Requirement » Beginning with the line that holds "into a window.</summary>" in the data below, give again every line through the one that holds "var builder = new", exactly as written.

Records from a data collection
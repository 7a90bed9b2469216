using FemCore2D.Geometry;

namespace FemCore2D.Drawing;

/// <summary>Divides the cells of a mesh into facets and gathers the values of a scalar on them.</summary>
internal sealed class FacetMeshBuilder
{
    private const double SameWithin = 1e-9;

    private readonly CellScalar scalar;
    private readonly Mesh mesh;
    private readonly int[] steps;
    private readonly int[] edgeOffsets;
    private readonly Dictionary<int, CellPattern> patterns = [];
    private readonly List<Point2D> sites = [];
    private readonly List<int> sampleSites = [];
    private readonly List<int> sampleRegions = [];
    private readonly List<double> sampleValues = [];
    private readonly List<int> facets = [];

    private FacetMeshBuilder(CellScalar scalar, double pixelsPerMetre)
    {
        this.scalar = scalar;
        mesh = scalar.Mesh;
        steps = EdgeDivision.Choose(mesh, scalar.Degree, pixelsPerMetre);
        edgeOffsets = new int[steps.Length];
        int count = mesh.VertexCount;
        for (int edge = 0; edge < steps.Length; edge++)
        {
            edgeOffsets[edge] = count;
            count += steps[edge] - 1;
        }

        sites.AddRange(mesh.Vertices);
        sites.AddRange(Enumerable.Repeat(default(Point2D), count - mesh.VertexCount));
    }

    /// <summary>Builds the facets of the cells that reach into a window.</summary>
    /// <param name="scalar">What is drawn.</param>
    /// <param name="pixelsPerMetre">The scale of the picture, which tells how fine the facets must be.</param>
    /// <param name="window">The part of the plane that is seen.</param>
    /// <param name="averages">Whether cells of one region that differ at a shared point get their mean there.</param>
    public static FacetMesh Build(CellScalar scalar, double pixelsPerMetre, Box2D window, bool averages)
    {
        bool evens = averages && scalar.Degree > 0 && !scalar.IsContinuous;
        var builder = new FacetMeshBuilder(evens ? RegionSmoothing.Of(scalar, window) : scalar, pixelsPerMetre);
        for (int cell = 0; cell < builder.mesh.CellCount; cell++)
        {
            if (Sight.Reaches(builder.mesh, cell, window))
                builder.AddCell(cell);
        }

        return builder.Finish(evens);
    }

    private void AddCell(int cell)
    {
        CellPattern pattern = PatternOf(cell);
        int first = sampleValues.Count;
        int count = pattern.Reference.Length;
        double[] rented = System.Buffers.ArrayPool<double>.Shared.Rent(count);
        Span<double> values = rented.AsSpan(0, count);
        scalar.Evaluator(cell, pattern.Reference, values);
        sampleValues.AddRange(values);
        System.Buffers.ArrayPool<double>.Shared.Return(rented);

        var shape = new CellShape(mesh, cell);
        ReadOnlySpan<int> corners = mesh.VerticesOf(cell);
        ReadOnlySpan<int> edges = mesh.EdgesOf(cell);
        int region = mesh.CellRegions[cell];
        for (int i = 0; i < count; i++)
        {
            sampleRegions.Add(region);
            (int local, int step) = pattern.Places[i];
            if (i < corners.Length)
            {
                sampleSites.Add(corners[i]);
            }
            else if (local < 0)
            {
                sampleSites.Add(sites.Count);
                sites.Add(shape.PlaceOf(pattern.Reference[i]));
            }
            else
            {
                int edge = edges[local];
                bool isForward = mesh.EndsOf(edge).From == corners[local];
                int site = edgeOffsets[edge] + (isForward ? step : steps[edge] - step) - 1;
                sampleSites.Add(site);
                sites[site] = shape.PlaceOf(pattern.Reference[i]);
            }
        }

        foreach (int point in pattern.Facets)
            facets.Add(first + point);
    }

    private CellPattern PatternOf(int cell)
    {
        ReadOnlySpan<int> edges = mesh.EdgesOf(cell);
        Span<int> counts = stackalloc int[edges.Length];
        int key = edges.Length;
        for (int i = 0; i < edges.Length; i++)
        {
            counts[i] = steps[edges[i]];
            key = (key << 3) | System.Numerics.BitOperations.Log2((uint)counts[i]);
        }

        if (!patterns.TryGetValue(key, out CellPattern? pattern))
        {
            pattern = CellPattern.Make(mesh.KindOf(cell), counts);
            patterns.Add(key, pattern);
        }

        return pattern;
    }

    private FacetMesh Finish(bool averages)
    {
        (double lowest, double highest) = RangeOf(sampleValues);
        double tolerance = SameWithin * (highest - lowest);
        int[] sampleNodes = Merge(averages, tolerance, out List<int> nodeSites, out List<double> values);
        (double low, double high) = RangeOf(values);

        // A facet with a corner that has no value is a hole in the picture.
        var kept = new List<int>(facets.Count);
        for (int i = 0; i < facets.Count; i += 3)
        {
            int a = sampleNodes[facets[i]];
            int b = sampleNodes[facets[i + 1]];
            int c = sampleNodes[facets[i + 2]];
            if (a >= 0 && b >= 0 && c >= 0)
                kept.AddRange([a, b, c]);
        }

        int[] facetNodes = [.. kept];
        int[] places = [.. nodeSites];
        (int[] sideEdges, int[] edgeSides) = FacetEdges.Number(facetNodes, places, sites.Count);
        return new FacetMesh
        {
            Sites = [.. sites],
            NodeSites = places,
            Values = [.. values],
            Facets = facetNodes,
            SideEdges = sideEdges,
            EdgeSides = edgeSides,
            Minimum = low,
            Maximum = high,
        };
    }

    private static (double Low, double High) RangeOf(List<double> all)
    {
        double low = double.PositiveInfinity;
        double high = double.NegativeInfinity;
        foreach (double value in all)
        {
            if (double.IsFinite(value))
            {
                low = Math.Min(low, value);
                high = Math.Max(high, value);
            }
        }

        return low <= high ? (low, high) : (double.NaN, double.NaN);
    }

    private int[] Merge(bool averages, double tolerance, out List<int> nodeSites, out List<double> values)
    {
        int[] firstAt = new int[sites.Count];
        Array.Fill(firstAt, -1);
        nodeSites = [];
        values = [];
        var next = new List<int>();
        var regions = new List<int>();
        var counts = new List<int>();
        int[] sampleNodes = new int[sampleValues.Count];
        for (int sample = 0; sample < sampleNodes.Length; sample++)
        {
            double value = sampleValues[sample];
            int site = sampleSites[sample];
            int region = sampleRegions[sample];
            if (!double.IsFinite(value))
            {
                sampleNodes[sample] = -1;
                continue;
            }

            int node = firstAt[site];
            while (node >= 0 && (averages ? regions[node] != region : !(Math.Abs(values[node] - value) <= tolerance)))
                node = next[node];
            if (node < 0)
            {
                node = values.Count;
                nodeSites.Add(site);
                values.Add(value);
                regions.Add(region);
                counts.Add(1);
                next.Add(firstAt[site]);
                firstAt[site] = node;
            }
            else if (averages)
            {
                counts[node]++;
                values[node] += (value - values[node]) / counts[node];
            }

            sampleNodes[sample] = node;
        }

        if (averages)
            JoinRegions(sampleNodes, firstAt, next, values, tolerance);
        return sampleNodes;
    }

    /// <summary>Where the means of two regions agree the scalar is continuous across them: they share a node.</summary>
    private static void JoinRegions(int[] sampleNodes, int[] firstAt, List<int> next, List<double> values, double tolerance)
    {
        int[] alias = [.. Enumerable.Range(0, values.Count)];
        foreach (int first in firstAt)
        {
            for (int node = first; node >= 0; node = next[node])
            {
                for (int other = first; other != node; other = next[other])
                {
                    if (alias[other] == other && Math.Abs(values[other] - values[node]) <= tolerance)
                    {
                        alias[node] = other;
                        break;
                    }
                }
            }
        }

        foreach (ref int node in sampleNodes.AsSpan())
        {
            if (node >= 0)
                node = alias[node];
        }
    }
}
...
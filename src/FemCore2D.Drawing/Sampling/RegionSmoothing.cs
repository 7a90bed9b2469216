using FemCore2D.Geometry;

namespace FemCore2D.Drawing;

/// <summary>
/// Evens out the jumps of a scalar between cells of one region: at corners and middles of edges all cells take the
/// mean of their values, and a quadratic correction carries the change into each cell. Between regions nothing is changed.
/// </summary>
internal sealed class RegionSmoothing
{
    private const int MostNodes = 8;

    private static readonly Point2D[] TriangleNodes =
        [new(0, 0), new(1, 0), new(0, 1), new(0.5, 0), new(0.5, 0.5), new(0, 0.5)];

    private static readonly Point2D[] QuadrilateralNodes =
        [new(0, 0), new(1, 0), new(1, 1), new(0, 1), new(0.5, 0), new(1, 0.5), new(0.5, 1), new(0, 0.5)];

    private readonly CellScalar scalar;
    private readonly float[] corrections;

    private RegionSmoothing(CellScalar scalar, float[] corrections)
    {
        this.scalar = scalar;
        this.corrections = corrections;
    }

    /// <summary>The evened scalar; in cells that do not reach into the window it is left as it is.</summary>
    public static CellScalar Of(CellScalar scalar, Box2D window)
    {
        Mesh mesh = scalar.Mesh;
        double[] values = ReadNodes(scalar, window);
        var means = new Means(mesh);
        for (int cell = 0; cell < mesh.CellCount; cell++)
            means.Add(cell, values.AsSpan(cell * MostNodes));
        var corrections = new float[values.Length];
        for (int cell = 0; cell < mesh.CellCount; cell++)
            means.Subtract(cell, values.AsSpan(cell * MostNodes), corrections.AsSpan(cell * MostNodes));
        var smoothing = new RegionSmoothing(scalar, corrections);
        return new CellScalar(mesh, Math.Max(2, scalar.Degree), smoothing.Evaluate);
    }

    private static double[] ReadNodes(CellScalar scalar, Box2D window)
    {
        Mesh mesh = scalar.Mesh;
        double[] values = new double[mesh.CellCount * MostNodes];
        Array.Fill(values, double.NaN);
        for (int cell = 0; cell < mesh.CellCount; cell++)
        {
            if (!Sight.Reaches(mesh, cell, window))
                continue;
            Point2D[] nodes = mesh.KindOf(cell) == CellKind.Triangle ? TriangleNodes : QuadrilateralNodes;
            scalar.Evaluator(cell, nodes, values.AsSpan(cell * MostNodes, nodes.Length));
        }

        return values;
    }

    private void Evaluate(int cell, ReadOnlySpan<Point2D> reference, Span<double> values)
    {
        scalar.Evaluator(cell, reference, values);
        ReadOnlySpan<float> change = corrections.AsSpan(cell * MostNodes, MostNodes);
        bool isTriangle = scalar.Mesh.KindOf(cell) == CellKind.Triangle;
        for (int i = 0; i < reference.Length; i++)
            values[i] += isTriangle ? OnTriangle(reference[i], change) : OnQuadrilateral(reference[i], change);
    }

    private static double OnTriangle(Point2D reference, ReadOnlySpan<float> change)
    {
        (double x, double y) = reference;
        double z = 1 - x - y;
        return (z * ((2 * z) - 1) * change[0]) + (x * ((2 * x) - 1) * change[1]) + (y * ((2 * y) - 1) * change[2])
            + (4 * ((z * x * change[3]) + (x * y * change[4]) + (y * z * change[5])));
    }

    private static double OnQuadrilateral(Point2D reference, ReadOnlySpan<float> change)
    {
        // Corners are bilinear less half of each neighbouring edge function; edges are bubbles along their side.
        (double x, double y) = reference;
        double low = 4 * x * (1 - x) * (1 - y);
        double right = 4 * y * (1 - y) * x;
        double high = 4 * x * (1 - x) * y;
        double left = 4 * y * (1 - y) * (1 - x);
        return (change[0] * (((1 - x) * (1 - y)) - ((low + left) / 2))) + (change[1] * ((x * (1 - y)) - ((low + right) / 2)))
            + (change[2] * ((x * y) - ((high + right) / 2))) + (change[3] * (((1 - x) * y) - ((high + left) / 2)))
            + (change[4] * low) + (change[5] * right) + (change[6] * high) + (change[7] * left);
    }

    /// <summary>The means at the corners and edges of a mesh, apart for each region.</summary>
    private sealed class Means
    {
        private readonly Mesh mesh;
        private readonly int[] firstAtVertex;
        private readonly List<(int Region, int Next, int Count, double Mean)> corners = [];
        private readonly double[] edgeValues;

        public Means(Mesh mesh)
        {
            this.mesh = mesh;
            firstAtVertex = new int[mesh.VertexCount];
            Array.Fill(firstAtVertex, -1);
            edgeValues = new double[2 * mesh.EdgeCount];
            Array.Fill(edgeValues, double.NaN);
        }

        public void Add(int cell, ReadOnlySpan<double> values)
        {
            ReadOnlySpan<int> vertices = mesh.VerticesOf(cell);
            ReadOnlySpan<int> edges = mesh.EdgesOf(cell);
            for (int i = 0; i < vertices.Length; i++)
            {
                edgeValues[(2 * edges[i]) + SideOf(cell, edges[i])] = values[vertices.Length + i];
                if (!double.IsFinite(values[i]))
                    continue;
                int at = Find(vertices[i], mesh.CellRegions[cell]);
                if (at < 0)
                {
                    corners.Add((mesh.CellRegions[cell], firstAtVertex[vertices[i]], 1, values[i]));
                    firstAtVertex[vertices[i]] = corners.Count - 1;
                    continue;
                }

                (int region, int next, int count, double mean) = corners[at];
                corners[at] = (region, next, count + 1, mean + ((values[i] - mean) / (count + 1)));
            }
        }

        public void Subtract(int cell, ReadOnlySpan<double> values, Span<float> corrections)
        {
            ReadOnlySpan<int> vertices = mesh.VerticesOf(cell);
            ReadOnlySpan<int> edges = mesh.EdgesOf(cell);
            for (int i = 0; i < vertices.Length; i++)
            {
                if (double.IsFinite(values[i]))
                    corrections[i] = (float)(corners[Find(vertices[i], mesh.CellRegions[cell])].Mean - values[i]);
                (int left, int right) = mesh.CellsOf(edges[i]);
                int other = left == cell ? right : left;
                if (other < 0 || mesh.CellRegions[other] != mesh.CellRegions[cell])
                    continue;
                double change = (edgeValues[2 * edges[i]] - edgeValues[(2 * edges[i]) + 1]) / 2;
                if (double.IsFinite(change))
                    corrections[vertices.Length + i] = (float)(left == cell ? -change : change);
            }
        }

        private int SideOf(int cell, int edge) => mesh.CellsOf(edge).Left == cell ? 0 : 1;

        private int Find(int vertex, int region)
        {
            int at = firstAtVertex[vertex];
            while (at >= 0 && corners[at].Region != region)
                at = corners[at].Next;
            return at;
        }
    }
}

Solution for this problem »
    /// <summary>Builds the facets of the cells that reach into a window.</summary>
    /// <param name="scalar">What is drawn.</param>
    /// <param name="pixelsPerMetre">The scale of the picture, which tells how fine the facets must be.</param>
    /// <param name="window">The part of the plane that is seen.</param>
    /// <param name="averages">Whether cells of one region that differ at a shared point get their mean there.</param>
    public static FacetMesh Build(CellScalar scalar, double pixelsPerMetre, Box2D window, bool averages)
    {
        bool evens = averages && scalar.Degree > 0 && !scalar.IsContinuous;
        var builder = new FacetMeshBuilder(evens ? RegionSmoothing.Of(scalar, window) : scalar, pixelsPerMetre);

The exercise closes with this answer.